“将军有令,抓住陈子昂,就地处决!”
这句话,像是一道惊雷,不仅劈向了陆铮,也狠狠地劈进了身后正准备返回的公爵夫人内卫队耳中。
队长猛地回头,透过战术目镜,死死盯着那个背对着他们、衣衫褴褛的男人背影。
“妈的,被耍了!”
队长怒吼一声,手中的冲锋枪瞬间调转枪口,指向了陆铮的后背。
“开火!别让他跑了!”
前有将军卫队的处决令,后有公爵夫人卫队的醒悟反杀。
前后夹击。
两道钢铁洪流般的杀意,将陆铮死死锁在了这方寸之间的走廊中央,近二十多支黑洞洞的枪口,足以将一只苍蝇打成原子状态。
这是绝境中的绝境。
然而,处于风暴中心的陆铮,眼神却在这一瞬间发生了质变。
那原本用来迷惑敌人的“傲慢”与“示弱”瞬间消散,取而代之的,是一种令人毛骨悚然的血色。
“塔尼娅!”陆铮低吼一声,“灯!”
就像是上帝随手关掉了宇宙的开关。
原本灯火通明的回廊,在千分之一秒内堕入了绝对的黑暗。
这种黑不仅仅是光线的消失,更是对感官的瞬间剥夺,对于早已适应了明亮环境的视网膜来说,这突如其来的黑暗会造成至少三秒的视觉致盲。
三秒。
对于普通人来说,只够惊呼一声。
但对于顶尖的猎手来说,时间足够了。
“切换夜视模式!目标在……”
将军卫队的副官吼声未落,声音便戛然而止。
并非因为他闭了嘴,而是因为他的喉结连同颈椎软骨,已经被一只从黑暗中伸出的铁手硬生生捏碎。
“咔嚓。”
清脆的骨裂声在死寂的走廊里显得格外刺耳。
陆铮在灯灭的瞬间就已经动了,他没有后退,而是像一头在此刻才露出獠牙的黑豹,压低重心,瞬间贴近了副官的怀中。

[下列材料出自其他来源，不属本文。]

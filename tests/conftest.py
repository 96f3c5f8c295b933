"""Shared test configuration."""

import os

import pytest
from hypothesis import settings

# Property tests: enough examples to find edge cases, bounded for CI's 2 cores.
settings.register_profile("snrkit", max_examples=60, deadline=None)
settings.load_profile(os.environ.get("SNRKIT_HYPOTHESIS_PROFILE", "snrkit"))


@pytest.fixture(scope="session")
def demo_run(tmp_path_factory):
    """``snrkit demo`` once per session (the whole chain, about 20 s): its folder, status and output.

    Shared by the summary test (tests/test_cli.py) and the browser check of the
    report (tests/test_report_browser.py), which read the same run.
    """
    import contextlib
    import io
    import os
    from snrkit.cli import main
    out = tmp_path_factory.mktemp("demo") / "demo"
    printed, errors = io.StringIO(), io.StringIO()
    # the population yield on one generator block, in process (the cluster has its own
    # tests in tests/test_yields_cluster.py)
    before = os.environ.get("SNRKIT_SCHEDULER")
    os.environ["SNRKIT_SCHEDULER"] = "in-process"
    try:
        with contextlib.redirect_stdout(printed), contextlib.redirect_stderr(errors):
            rc = main(["demo", "--out", str(out), "--yield-stars", "4096"])
    finally:
        if before is None:
            os.environ.pop("SNRKIT_SCHEDULER")
        else:
            os.environ["SNRKIT_SCHEDULER"] = before
    return {"rc": rc, "out": out, "stdout": printed.getvalue(), "stderr": errors.getvalue()}
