@pytest.mark.parametrize("body,field", [
    ('scenario = "flat"\ntemperature = 1' + "0" * 400, "temperature"),
    ('name = "x"\nmixing_ratios = { N2 = 1' + "0" * 400 + " }", "mixing_ratios.N2")])
def test_class5_overflowing_numbers_in_a_scenario(tmp_path, body, field):
    f = tmp_path / "sc.toml"
    f.write_text(body + "\n")
    rc, _, err = run_cli(["spectrum", str(CEDAR), "--scenario", str(f)])
    _one_line_error(rc, err, field)


def test_class5_overflowing_numbers_in_a_mode_curve(tmp_path):
    text = (data_path("instruments", f"{MODE}.toml")).read_text()
    f = tmp_path / "mode.toml"
    f.write_text(text.replace("[systematics]", "[systematics]\n", 1)
                 .replace("read_noise_electrons = ", "read_noise_electrons = 1" + "0" * 400 + " #"))
    from snrkit.photons.instruments import load_mode
    with pytest.raises(InputError, match="read_noise"):
        load_mode(str(f))


@pytest.mark.parametrize("option", ["--scenario", "--mode", "--mapping"])
def test_class6_non_utf8_files_are_input_errors(tmp_path, option):
    f = tmp_path / "bad.toml"
    f.write_bytes(b'name = "\xff\xfe"\n')
    if option == "--scenario":
        argv = ["spectrum", str(CEDAR), "--scenario", str(f)]
    elif option == "--mode":
        argv = ["precision", str(CEDAR), "--mode", str(f)]
    else:
        argv = ["rank", str(DEMO_CAT), "--mapping", str(f), "--mode", MODE, "--scenario", "flat"]
    rc, _, err = run_cli(argv)
    _one_line_error(rc, err, "UTF-8")


def test_class7_wrong_types_in_a_scenario(tmp_path):
    from snrkit.atmosphere.scenarios import load_scenario
    for body in ('scenario = "flat"\ntemperature = [300, 400]\n',
                 'scenario = "flat"\nhaze_slope = "steep"\n',
                 'name = "x"\nmixing_ratios = { N2 = [1] }\n'):
        f = tmp_path / "sc.toml"
        f.write_text(body)
        with pytest.raises(InputError):
            load_scenario(str(f))


def test_class8_extreme_sizes_are_refused_not_nan(tmp_path):
    for old, new in (("radius = 1.20 ", "radius = 1e-300 "), ("mass = 1.60 ", "mass = 1e-300 ")):
        f = tmp_path / "sys.toml"
        f.write_text(CEDAR.read_text().replace(old, new, 1))
        rc, _, err = run_cli(["describe", str(f), "--json"])
        _one_line_error(rc, err, "planet.")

他在黑暗中甚至不需要视力,空气流动的变化、装备摩擦的细微声响、甚至对方身上那股令人作呕的机械润滑油味道,都是最精准的坐标。
副官那具沉重的动力装甲躯体还没来得及倒下,就已经成了陆铮的人肉盾牌。
“接触!开火!”
其余五名将军卫队的精锐反应极快,战术素养让他们在致盲的瞬间凭借记忆中的方位扣动了扳机。
“哒哒哒哒——!”
电磁步枪幽蓝色的枪口焰在黑暗中疯狂闪烁,瞬间将走廊变成了舞台般的频闪现场。
无数子弹倾泻而出,却全部闷响着钻进了副官的尸体里,动力装甲被打得火花四溅,碎片横飞。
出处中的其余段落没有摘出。